Cummins forums routinely have threads about achieved MPG(4). The 2 wheel drive Cummins usually get to 2 to 4 mpg better fuel economy. Conservatively, I’ve added 2 MPG.

What if I had a smaller engine in my 2wd? ============= 30+ mpg

Cummins makes a 3.9 liter diesel used (known as the 4BT) that is used in delivery vans. A website 4btswaps (5) has info on putting these engines in a wide variety of trucks, cars, SUV’s, etc. What if I could put that engine in my truck? The fuel economy would soar (driving easy!) The 3.9, at two thirds the size of the 5.9, would zip fuel. The 4bt would work a harder to propel my 1996 truck, but I’m guesstimated the fuel economy would be above 30 mpg and as much as 36 highway. The 3.9 liter would have plenty of power and torque for what I would tow. (I used the ratio of the engine sizes (5.9/3.9) to guess at fuel economy. Remember, this is just a mental exercise. I’m not towing 12,000 pounds with the 4bt.)

What if I had 2wd, a 4BT and an aerodynamic front end? === 35 mpg

The drag coefficient, written as C(d) , is one factor in the fuel economy of vehicles. Sleek modern cars have a coefficient around 0.30 Lower values are better. I couldn’t find an exact value for the 1996 Dodge truck, but I would guess around 0.60 – a real ugly value from a fuel economy point of view (2).

Reducing the drag coefficient improves fuel economy. “For a full-size truck, a change in drag coefficient of 0.01 is approximately equal to an improvement in fuel economy of 0.1 mpg on the combined city/highway driving cycle,” says GM’s Schenkel.”(3)

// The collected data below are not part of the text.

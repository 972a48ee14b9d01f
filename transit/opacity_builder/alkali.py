"""Resonance doublets of sodium and potassium with far wings."""

from __future__ import annotations

from pathlib import Path

import numpy as np
import pandas as pd
from scipy.special import voigt_profile

from transit.opacity_builder.profiles import doppler_hwhm_cm1
from transit.units import ATM_BAR, LIGHT_SPEED_M_S

# pi e^2 / (m_e c^2), cm: integrated cross section per unit oscillator strength over wavenumber.
STRENGTH_PER_F_CM = 8.85282e-13
WING_CUTOFF_CM1 = 1500.0
MOLAR_MASS = {"Na": 22.98977, "K": 39.0983}
# Half widths in H2/He at 2000 K (cm-1/atm, HWHM), falling as T^-0.7; from memory, after the impact widths used
# in brown-dwarf work (Burrows, Marley & Sharp 2000, ApJ 531, 438).
GAMMA_2000K = {"Na": 0.071, "K": 0.14}


def read_doublet(path: Path, atom: str) -> pd.DataFrame:
    """Read the two resonance lines of an atom: columns centre_cm1, f_lu, damping_s1."""
    table = pd.read_csv(path)
    names = {"nu_vac_cm-1": "centre_cm1", "f_lu": "f_lu", "damping_gamma_rad_s-1": "damping_s1"}
    return table[table["species"] == f"{atom} I"].rename(columns=names)[list(names.values())]


def doublet_cross_section_cm2(
    grid_cm1: np.ndarray,
    doublet: pd.DataFrame,
    atom: str,
    temperature_k: float,
    pressure_bar: float,
    cutoff_cm1: float = WING_CUTOFF_CM1,
) -> np.ndarray:
    """Voigt profiles of the two lines, cut at a declared distance.

    Notes
    -----
    Integrated cross section pi e^2/(m_e c^2) f. The far wings in H2 are not Lorentzian (Allard et al. 2016, A&A
    589, A21; 2019, A&A 628, A120): these are approximate there.
    """
    total = np.zeros_like(grid_cm1)
    for line in doublet.itertuples(index=False):
        natural = line.damping_s1 / (4 * np.pi * 100 * LIGHT_SPEED_M_S)
        gamma = natural + GAMMA_2000K[atom] * (2000.0 / temperature_k) ** 0.7 * pressure_bar / ATM_BAR
        sigma = doppler_hwhm_cm1(line.centre_cm1, temperature_k, MOLAR_MASS[atom]) / np.sqrt(2 * np.log(2))
        distance = grid_cm1 - line.centre_cm1
        profile = np.where(np.abs(distance) < cutoff_cm1, voigt_profile(distance, sigma, gamma), 0.0)
        total += STRENGTH_PER_F_CM * line.f_lu * profile
    return total
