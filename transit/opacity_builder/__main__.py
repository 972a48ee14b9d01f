"""`python -m transit.opacity_builder --source DIR [--out DIR] [--species NAME,...]` computes the tables."""

from __future__ import annotations

from concurrent.futures import ProcessPoolExecutor
from pathlib import Path

import click

from transit.opacity import SUFFIX, write_registry, write_table
from transit.opacity_builder.recipes import RECIPES, assemble


def _one(name: str, source: Path, temperature_k: float):
    return RECIPES[name][0](source, temperature_k)


@click.command()
@click.option(
    "--source",
    type=click.Path(path_type=Path, exists=True, file_okay=False),
    required=True,
    help="Folder with hitran/, hot_linelists/, snb_band_model/, partition_functions/, cia/, ch4_nir/.",
)
@click.option("--out", type=click.Path(path_type=Path), default=Path("opacity_tables"), show_default=True)
@click.option("--species", "names", default=",".join(RECIPES), show_default=True)
@click.option("--workers", default=2, show_default=True)
def main(source: Path, out: Path, names: str, workers: int) -> None:
    """Compute opacity tables from line lists, band means and collision data."""
    out.mkdir(parents=True, exist_ok=True)
    with ProcessPoolExecutor(workers) as pool:
        for name in names.split(","):
            if name not in RECIPES:
                raise click.UsageError(f"No recipe for {name}; there are {', '.join(RECIPES)}.")
            futures = [pool.submit(_one, name, source, float(t)) for t in RECIPES[name][2]]
            table = assemble(name, [future.result() for future in futures])
            path = out / f"{name}{SUFFIX}"
            write_table(path, table)
            click.echo(
                f"{path}: {table.ln_cross_section.shape}, {path.stat().st_size / 1e6:.2f} MB", err=True
            )
    write_registry(out)


if __name__ == "__main__":
    main()
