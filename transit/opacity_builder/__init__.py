"""Computes the opacity tables from line lists, band means and collision data; not needed to use the tables."""
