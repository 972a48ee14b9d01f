"""Absorption cross sections of many lines on a fine grid: Voigt profiles added by convolution."""

from __future__ import annotations

import numpy as np
from scipy.fft import irfft, next_fast_len, rfft
from scipy.special import voigt_profile

from transit.opacity_builder.linelists import LineList
from transit.units import ATM_BAR

LINE_CUTOFF_CM1 = 25.0  # the usual cut for molecules below 200 bar: Gharib-Nezhad et al. 2024, RASTI 3, 44
WIDTH_CLASSES = 5


def doppler_hwhm_cm1(wavenumber_cm1, temperature_k: float, molar_mass: float):
    """Doppler half width at half maximum, cm-1: 3.5812e-7 nu sqrt(T/M)."""
    return 3.5812e-7 * wavenumber_cm1 * np.sqrt(temperature_k / molar_mass)


def fine_grid(low_cm1: float, high_cm1: float, temperature_k: float, molar_mass: float) -> np.ndarray:
    """Uniform grid with two points in a Doppler half width at the middle of the interval."""
    step = doppler_hwhm_cm1(0.5 * (low_cm1 + high_cm1), temperature_k, molar_mass) / 2
    return low_cm1 + step * (np.arange(int((high_cm1 - low_cm1) / step)) + 0.5)


class SegmentSpectrum:
    """Lines of one stretch of wavenumber at one temperature, ready to be broadened at any pressure.

    The stretch must be narrow (a few per cent) because the Doppler width of its middle serves for all its lines.
    Lines are put on the nearest grid point and shared between two of a few Lorentz width classes such that the
    far wing stays exact; each class is then convolved with its Voigt profile.

    Parameters
    ----------
    lines : LineList
    low_cm1, high_cm1 : float
        Limits of the stretch; lines up to the cut-off beyond them are included.
    temperature_k : float
    """

    def __init__(self, lines: LineList, low_cm1: float, high_cm1: float, temperature_k: float):
        near = lines.within(low_cm1 - LINE_CUTOFF_CM1, high_cm1 + LINE_CUTOFF_CM1)
        self.grid_cm1 = fine_grid(low_cm1, high_cm1, temperature_k, lines.molar_mass)
        step = self.grid_cm1[1] - self.grid_cm1[0]
        self.step_cm1 = step
        self._pad = int(np.ceil(LINE_CUTOFF_CM1 / step))
        n = len(self.grid_cm1) + 2 * self._pad
        self._n_fft = next_fast_len(n + 2 * self._pad + 1, real=True)
        self.sigma_cm1 = doppler_hwhm_cm1(
            0.5 * (low_cm1 + high_cm1), temperature_k, lines.molar_mass
        ) / np.sqrt(2 * np.log(2))
        gamma = np.maximum(near.gamma * (296.0 / temperature_k) ** near.gamma_exponent, 1e-3)
        strength = near.intensity_at(temperature_k)
        self.empty = len(gamma) == 0
        if self.empty:
            return
        low, high = gamma.min() * 0.999, gamma.max() * 1.001
        self.class_gamma = np.geomspace(low, high, WIDTH_CLASSES)
        upper = np.clip(np.searchsorted(self.class_gamma, gamma), 1, WIDTH_CLASSES - 1)
        g0, g1 = self.class_gamma[upper - 1], self.class_gamma[upper]
        share = (gamma - g0) / (g1 - g0)
        place = np.rint((near.wavenumber_cm1 - self.grid_cm1[0]) / step).astype(int) + self._pad
        inside = (place >= 0) & (place < n)
        self._transforms = []
        for k in range(WIDTH_CLASSES):
            weight = np.where(upper == k, share, 0) + np.where(upper - 1 == k, 1 - share, 0)
            comb = np.bincount(place[inside], weights=(strength * weight)[inside], minlength=n)
            self._transforms.append(rfft(comb, self._n_fft))

    def cross_section_cm2(self, pressure_bar: float) -> np.ndarray:
        """Cross section on `grid_cm1` at a pressure, cm2/molecule."""
        if self.empty:
            return np.zeros_like(self.grid_cm1)
        offset = self.step_cm1 * np.arange(-self._pad, self._pad + 1)
        total = 0
        for gamma, transform in zip(self.class_gamma, self._transforms, strict=True):
            kernel = voigt_profile(offset, self.sigma_cm1, gamma * pressure_bar / ATM_BAR)
            total = total + transform * rfft(kernel, self._n_fft)
        full = irfft(total, self._n_fft)
        return full[2 * self._pad : 2 * self._pad + len(self.grid_cm1)]
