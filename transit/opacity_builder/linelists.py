"""Line lists and partition sums: files to arrays, and line intensities at any temperature."""

from __future__ import annotations

import gzip
from dataclasses import dataclass
from pathlib import Path

import numpy as np
import pandas as pd

from transit.errors import InputFileError
from transit.units import SECOND_RADIATION_CM_K

REFERENCE_TEMPERATURE_K = 296.0
HITRAN_RECORD_LENGTH = 160

# Molar masses of the isotopologues (g/mol), by HITRAN molecule and isotopologue number.
MOLAR_MASS = {
    (1, 1): 18.010565, (1, 2): 20.014811, (1, 3): 19.01478,
    (2, 1): 43.98983, (2, 2): 44.993185, (2, 3): 45.994076, (2, 4): 44.994045,
    (5, 1): 27.994915, (5, 2): 28.99827, (5, 3): 29.999161, (5, 4): 28.99913, (5, 5): 31.002516,
    (5, 6): 30.002485, (6, 1): 16.0313, (6, 2): 17.034655, (23, 1): 27.010899, (23, 2): 28.014254,
    (23, 3): 28.007933,
}  # fmt: skip


@dataclass(frozen=True)
class LineList:
    """Lines of one species, sorted by wavenumber; every array has shape (L,).

    `intensity` is cm-1/(molecule cm-2) at 296 K with the terrestrial isotopic abundance folded in, as HITRAN
    defines it; `gamma` is the half width (cm-1/atm, HWHM at 296 K) and `gamma_exponent` its temperature exponent.
    `partition` maps each isotopologue index to (temperature, Q) arrays.
    """

    wavenumber_cm1: np.ndarray
    intensity: np.ndarray
    lower_energy_cm1: np.ndarray
    gamma: np.ndarray
    gamma_exponent: np.ndarray
    isotopologue: np.ndarray
    molar_mass: float
    partition: dict[int, tuple[np.ndarray, np.ndarray]]

    def within(self, low_cm1: float, high_cm1: float) -> LineList:
        """Return the lines between two wavenumbers."""
        part = slice(*np.searchsorted(self.wavenumber_cm1, [low_cm1, high_cm1]))
        names = (
            "wavenumber_cm1", "intensity", "lower_energy_cm1", "gamma", "gamma_exponent", "isotopologue",
        )  # fmt: skip
        return LineList(
            **{name: getattr(self, name)[part] for name in names},
            molar_mass=self.molar_mass,
            partition=self.partition,
        )

    def intensity_at(self, temperature_k: float) -> np.ndarray:
        """Line intensities at a temperature.

        Parameters
        ----------
        temperature_k : float

        Returns
        -------
        ndarray, shape (L,)
            cm-1/(molecule cm-2).

        Notes
        -----
        HITRAN definition: Rothman et al. 1998, JQSRT 60, 665, appendix A.
        """
        ratio = np.ones_like(self.intensity)
        for index, (grid_k, q) in self.partition.items():
            q_t, q_ref = np.exp(
                np.interp(np.log([temperature_k, REFERENCE_TEMPERATURE_K]), np.log(grid_k), np.log(q))
            )
            ratio[self.isotopologue == index] = q_ref / q_t
        return (
            self.intensity
            * ratio
            * intensity_scaling(self.wavenumber_cm1, self.lower_energy_cm1, temperature_k)
        )


def intensity_scaling(
    wavenumber_cm1: np.ndarray, lower_energy_cm1: np.ndarray, temperature_k: float
) -> np.ndarray:
    """Boltzmann and stimulated-emission factors of S(T)/S(296 K), without the partition sums.

    Parameters
    ----------
    wavenumber_cm1, lower_energy_cm1 : ndarray, shape (L,)
        cm-1.
    temperature_k : float

    Returns
    -------
    ndarray, shape (L,)

    Notes
    -----
    Rothman et al. 1998, JQSRT 60, 665, equation A11.
    """
    c2, t0, t = SECOND_RADIATION_CM_K, REFERENCE_TEMPERATURE_K, temperature_k
    boltzmann = np.exp(-c2 * lower_energy_cm1 * (1 / t - 1 / t0))
    return boltzmann * np.expm1(-c2 * wavenumber_cm1 / t) / np.expm1(-c2 * wavenumber_cm1 / t0)


def read_partition_sums(path: Path) -> dict[tuple[int, int], tuple[np.ndarray, np.ndarray]]:
    """Read total internal partition sums.

    Parameters
    ----------
    path : Path
        CSV with a column `T_K` and columns `NAME_molecule_isotopologue`.

    Returns
    -------
    dict
        (molecule, isotopologue) to (temperature in K, Q); blank cells are left out.
    """
    table = pd.read_csv(path, comment="#")
    sums = {}
    for column in table.columns[1:]:
        known = table[column].notna().to_numpy()
        _, molecule, isotopologue = column.rsplit("_", 2)
        sums[int(molecule), int(isotopologue)] = (
            table["T_K"].to_numpy(float)[known],
            table[column].to_numpy(float)[known],
        )
    return sums


def _open_text(path: Path):
    return gzip.open(path, "rt") if path.suffix == ".gz" else open(path)


def read_hitran(path: Path, partition_sums: dict) -> LineList:
    """Read 160-character HITRAN records of one molecule.

    Parameters
    ----------
    path : Path
        Plain or gzip text.
    partition_sums : dict
        From `read_partition_sums`.

    Raises
    ------
    InputFileError
        If a record is too short or a number cannot be read.
    """
    columns = {
        "molecule": (0, 2), "isotopologue": (2, 3), "nu": (3, 15), "s": (15, 25), "gamma": (35, 40),
        "energy": (45, 55), "n": (55, 59),
    }  # fmt: skip
    with _open_text(path) as stream:
        records = stream.read().splitlines()
    for number, record in enumerate(records, start=1):
        if len(record) < HITRAN_RECORD_LENGTH:
            raise InputFileError(
                f"the record has {len(record)} characters, expected {HITRAN_RECORD_LENGTH}; the file may be cut short.",
                str(path),
                number,
            )
    table = pd.DataFrame(
        {
            name: pd.to_numeric(pd.Series([record[slice(*span)] for record in records]), errors="coerce")
            for name, span in columns.items()
        }
    )
    if table.isna().any(axis=None):
        row = int(np.flatnonzero(table.isna().any(axis=1))[0])
        name = table.columns[table.iloc[row].isna()][0]
        found = records[row][slice(*columns[name])]
        raise InputFileError(f"{name} is {found!r}, expected a number.", str(path), row + 1)
    table = table.sort_values("nu", kind="stable")
    molecule = int(table["molecule"].iloc[0])
    isotopologues = sorted({int(i) for i in table["isotopologue"]})
    return LineList(
        wavenumber_cm1=table["nu"].to_numpy(),
        intensity=table["s"].to_numpy(),
        lower_energy_cm1=table["energy"].to_numpy(),
        gamma=table["gamma"].to_numpy(),
        gamma_exponent=table["n"].to_numpy(),
        isotopologue=table["isotopologue"].to_numpy(int),
        molar_mass=MOLAR_MASS[molecule, isotopologues[0]],
        partition={i: partition_sums[molecule, i] for i in isotopologues},
    )


# Weighted oscillator strength to line strength: pi e^2 / (m_e c^2) = 8.85282e-13 cm.
GF_TO_STRENGTH_CM = 8.85282e-13


def lines_from_gf(
    wavenumber_cm1,
    lower_energy_cm1,
    log10_gf,
    abundance,
    isotopologue,
    gamma,
    gamma_exponent,
    molar_mass,
    partition,
) -> LineList:
    """Build a line list from weighted oscillator strengths.

    Parameters
    ----------
    wavenumber_cm1, lower_energy_cm1, log10_gf, abundance : array_like, shape (L,)
    isotopologue : array_like of int, shape (L,)
    gamma, gamma_exponent : float
        Half width (cm-1/atm at 296 K) and its temperature exponent, the same for all lines: such lists have none.
    molar_mass : float
    partition : dict

    Notes
    -----
    S(T) = 8.85282e-13 gf exp(-c2 E/T) (1 - exp(-c2 nu/T)) / Q(T).
    """
    order = np.argsort(wavenumber_cm1, kind="stable")
    nu = np.asarray(wavenumber_cm1, float)[order]
    energy = np.asarray(lower_energy_cm1, float)[order]
    iso = np.asarray(isotopologue, int)[order]
    q_ref = np.empty_like(nu)
    for index, (grid_k, q) in partition.items():
        q_ref[iso == index] = np.exp(np.interp(np.log(REFERENCE_TEMPERATURE_K), np.log(grid_k), np.log(q)))
    c2 = SECOND_RADIATION_CM_K
    strength = (
        GF_TO_STRENGTH_CM
        * 10 ** np.asarray(log10_gf, float)[order]
        * np.asarray(abundance, float)[order]
        * np.exp(-c2 * energy / REFERENCE_TEMPERATURE_K)
        * -np.expm1(-c2 * nu / REFERENCE_TEMPERATURE_K)
        / q_ref
    )
    shape = np.ones_like(nu)
    return LineList(nu, strength, energy, gamma * shape, gamma_exponent * shape, iso, molar_mass, partition)
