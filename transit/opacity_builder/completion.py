"""Opacity that a line list lacks when hot, taken from band means and spread like shifted copies of the lines."""

from __future__ import annotations

import numpy as np
from scipy.ndimage import uniform_filter1d

from transit.opacity_builder.bandmeans import BAND_WIDTH_CM1, BandMeans, interpolate_temperature
from transit.opacity_builder.linelists import LineList

# Hot bands are copies of the cold ones, displaced by anharmonicity: a handful of displaced copies fills the gaps
# between the cold lines as they do. Fixed, irregular shifts in cm-1.
COPY_SHIFTS_CM1 = (-11.3, -7.9, -4.1, 3.7, 6.1, 9.7)


def missing_mean_cm2(lines: LineList, band_means: BandMeans, temperature_k: float) -> np.ndarray:
    """Mean cross section that the lines lack in each band of the band means.

    Parameters
    ----------
    lines : LineList
    band_means : BandMeans
    temperature_k : float

    Returns
    -------
    ndarray, shape (B,)
        cm2/molecule, zero where the lines hold as much as the band means or more.
    """
    edges = np.append(
        band_means.centre_cm1 - BAND_WIDTH_CM1 / 2, band_means.centre_cm1[-1] + BAND_WIDTH_CM1 / 2
    )
    strength = lines.intensity_at(temperature_k)
    summed, _ = np.histogram(lines.wavenumber_cm1, bins=edges, weights=strength)
    have = summed / BAND_WIDTH_CM1
    ln_mean = interpolate_temperature(
        np.log(band_means.cross_section_cm2), band_means.temperature_k, temperature_k
    )
    want = np.exp(ln_mean)
    return np.maximum(want - have, 0.0)


def completed(
    cross_section_cm2: np.ndarray, grid_cm1: np.ndarray, missing_cm2: np.ndarray, centre_cm1: np.ndarray
) -> np.ndarray:
    """Add the missing mean to a cross section on a fine grid, structured like displaced copies of it.

    Parameters
    ----------
    cross_section_cm2, grid_cm1 : ndarray, shape (G,)
        Uniform grid.
    missing_cm2, centre_cm1 : ndarray, shape (B,)
        From `missing_mean_cm2`, and the band centres it belongs to.

    Returns
    -------
    ndarray, shape (G,)
    """
    extra = np.interp(grid_cm1, centre_cm1, missing_cm2, left=0.0, right=0.0)
    if not np.any(extra > 0):
        return cross_section_cm2
    step = grid_cm1[1] - grid_cm1[0]
    window = max(int(BAND_WIDTH_CM1 / step), 1)
    local_mean = uniform_filter1d(cross_section_cm2, min(window, len(grid_cm1)), mode="reflect")
    pattern = np.where(local_mean > 0, cross_section_cm2 / np.maximum(local_mean, 1e-60), 1.0)
    copies = np.mean([np.roll(pattern, int(shift / step)) for shift in COPY_SHIFTS_CM1], axis=0)
    return cross_section_cm2 + extra * copies
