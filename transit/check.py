"""The main job: fit every hypothesis to one spectrum, compare them, and judge."""

from __future__ import annotations

import multiprocessing
import signal
import time
from collections.abc import Callable
from concurrent.futures import Executor, ProcessPoolExecutor, as_completed
from concurrent.futures.process import BrokenProcessPool
from dataclasses import asdict, replace
from itertools import pairwise
from pathlib import Path

import numpy as np
from scipy.special import chdtrc

from transit.atmosphere import background_molecular_weight, scale_height_depth, scale_height_m
from transit.errors import SettingError, WorkerError
from transit.evidence import CombinedEvidence, SamplerSettings, combine_runs
from transit.hypotheses import Hypothesis, limb_state, physical, sampled_hypotheses
from transit.linear import linear_posterior
from transit.opacity import load_table
from transit.problem import FitTask, Problem, run_fit, share_model
from transit.records import CheckResult, DepthSpectrum, Fit, Interval, System, offset_name
from transit.species import Selection, select_species
from transit.units import JUPITER_RADIUS_M, PPM
from transit.verdict import best_null, build_comparisons, judge

Progress = Callable[[int, int, str], None]

POOR_FIT_P = (
    0.001  # below this the best hypothesis does not fit, and all are fitted again with inflated errors
)
RERUN_ROUNDS = 2  # how often fits that have not converged are made again (never in a quick run)
MODEL_DRAWS = 300
FINE_RESOLVING_POWER = 120
FEWEST_BINS = 3


def check_spectrum(
    spectrum: DepthSpectrum,
    system: System,
    *,
    species: tuple[str, ...] | None = None,
    seed: int = 1,
    workers: int = 2,
    quick: bool = False,
    tables: Path | None = None,
    progress: Progress | None = None,
    executor: Executor | None = None,
) -> CheckResult:
    """Say whether a spectrum holds a feature, and which species explains it.

    Parameters
    ----------
    spectrum : DepthSpectrum
    system : System
    species : tuple of str, optional
        Species to ask about; by default those with trusted bands inside the spectrum.
    seed : int
        The same seed gives the same numbers, whatever the number of workers.
    workers : int
        Processes to fit in; 1 fits in this process.
    quick : bool
        One rough fit in place of two thorough ones.
    tables : Path, optional
        Folder of opacity tables in place of the shipped ones.
    progress : callable, optional
        Called with (fits done, fits in all, what was done).
    executor : concurrent.futures.Executor, optional
        Where to run the fits, in place of `workers` processes.

    Returns
    -------
    CheckResult

    Raises
    ------
    SettingError
        If a species is unknown, the priors cannot hold, or nothing can be tested.
    WorkerError
        If a worker process died.
    OpacityTableError
        If a table is missing or altered.
    """
    clock = {"start": time.perf_counter()}
    if spectrum.n_bins < FEWEST_BINS:
        raise SettingError(f"The spectrum has {spectrum.n_bins} bins; at least {FEWEST_BINS} are needed.")
    selection = select_species(spectrum, system, species, tables)
    if not selection.species:
        raise SettingError(_nothing_to_test(selection))
    problem = share_model(Problem(spectrum, system, selection.species, selection.temperature_range_k, tables))
    clock["prepared"] = time.perf_counter()
    settings = SamplerSettings.quick() if quick else SamplerSettings.standard()
    n_runs = 1 if quick else 2
    hypotheses = sampled_hypotheses(selection.species)

    own_pool = None
    if executor is None and workers > 1:
        executor = own_pool = ProcessPoolExecutor(workers, initializer=_leave_quietly)
    try:
        fits = _fit_all(problem, hypotheses, seed, n_runs, settings, False, executor, progress)
        clock["fitted"] = time.perf_counter()
        inflated: tuple[Fit, ...] = ()
        if _best(fits).p_chi2 < POOR_FIT_P:
            inflated = _fit_all(problem, hypotheses, seed, n_runs, settings, True, executor, progress)
            clock["inflated"] = time.perf_counter()
    except BrokenProcessPool as error:
        raise WorkerError(
            "A worker process died while fitting, perhaps for want of memory. Run again with --workers 1."
        ) from error
    except KeyboardInterrupt:
        for child in multiprocessing.active_children():
            child.terminate()
        raise
    finally:
        if own_pool is not None:
            own_pool.shutdown(cancel_futures=True)

    comparisons = build_comparisons(fits, inflated, selection.species)
    verdict = judge(comparisons, selection.species, selection.untested, fits, inflated)
    fine_um, fits = _with_fine_models(problem, hypotheses, fits)
    height = scale_height_m(
        system.equilibrium_temperature_k, background_molecular_weight(system.background), problem.gravity
    )
    stages = list(clock)
    return CheckResult(
        spectrum=spectrum,
        system=system,
        settings=_settings(problem, selection, seed, quick),
        fits=fits,
        inflated=inflated,
        comparisons=comparisons,
        verdict=verdict,
        scale_height_km=height / 1e3,
        scale_height_ppm=scale_height_depth(problem.reference_radius_m, height, system.star_radius_rsun)
        / PPM,
        fine_wavelength_um=fine_um,
        bands_um={
            name: tuple((low, high) for low, high in load_table(name, tables).bands_um)
            for name in selection.species
        },
        warnings=selection.notes + _warnings(problem, fits, bool(inflated)),
        timing={b: clock[b] - clock[a] for a, b in pairwise(stages)},
    )


def _leave_quietly() -> None:
    """Let an interrupt end a worker without a traceback; the parent process reports it."""
    signal.signal(signal.SIGINT, signal.SIG_DFL)


def _nothing_to_test(selection: Selection) -> str:
    if selection.untested:
        return "No species can be tested. " + " ".join(selection.untested.values())
    return (
        "No species has a trusted band inside the spectrum at the planet's temperature; name one with --species to "
        "learn why."
    )


def _best(fits: tuple[Fit, ...]) -> Fit:
    return max(fits, key=lambda fit: fit.ln_evidence)


# --- fitting -----------------------------------------------------------------------------------------------


def _fit_all(problem, hypotheses, seed, n_runs, settings, inflate, executor, progress) -> tuple[Fit, ...]:
    """Fits of the nulls and of every sampled hypothesis, in a fixed order."""
    runs = _first_runs(problem, hypotheses, seed, n_runs, settings, inflate, executor, progress)
    spent = {name: sum(run.likelihood_calls for run in own) for name, own in runs.items()}
    reruns = dict.fromkeys(runs, 0)
    for round_number in range(1, (RERUN_ROUNDS if n_runs > 1 else 0) + 1):
        tasks = _reruns(problem, hypotheses, runs, seed, round_number * n_runs, settings, inflate)
        if not tasks:
            break
        for task, run in _run_with_progress(tasks, executor, progress, inflate, "again "):
            name = task.hypothesis.name
            place = task.run % n_runs
            if _is_better(run, runs[name][place]):
                runs[name][place] = run
            spent[name] += run.likelihood_calls
            reruns[name] += 1
    fits = [_linear_fit(problem, name, seed, inflate) for name in ("flat", "slope")]
    for hypothesis in hypotheses:
        n_dim = len(problem.parameters(hypothesis, inflate))
        combined = combine_runs(runs[hypothesis.name], n_dim)
        combined.sampling["likelihood_calls"] = spent[hypothesis.name]
        combined.sampling["reruns"] = reruns[hypothesis.name]
        fits.append(_sampled_fit(problem, hypothesis, combined, seed, inflate))
    return tuple(fits)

I would never make the front end of my truck aerodynamic – it would look like some ugly bullet thingy. But assume someone else wanted to make their truck aerodynamic. Changing the drag coefficient from 0.6 to 0.3 would add (according to Schenkel’s statement) another 3 mpg on the city / highway cycle. Since drag is most important at highway speeds, perhaps 5 mpg would be gained in highway driving..


The 1996 Dodge Cummings is big heavy 4×4 diesel that gets 24 mpg. To compare it to the other diesels in my table, I made some assumptions. I switched it to 2wd (like the VW, MB, Sprinter) and I switched to a smaller engine, 3.9 liter, that is still larger than any of the vehicles in my table. Finally, I made it aerodynamic like the VW Beetle and the Sprinter.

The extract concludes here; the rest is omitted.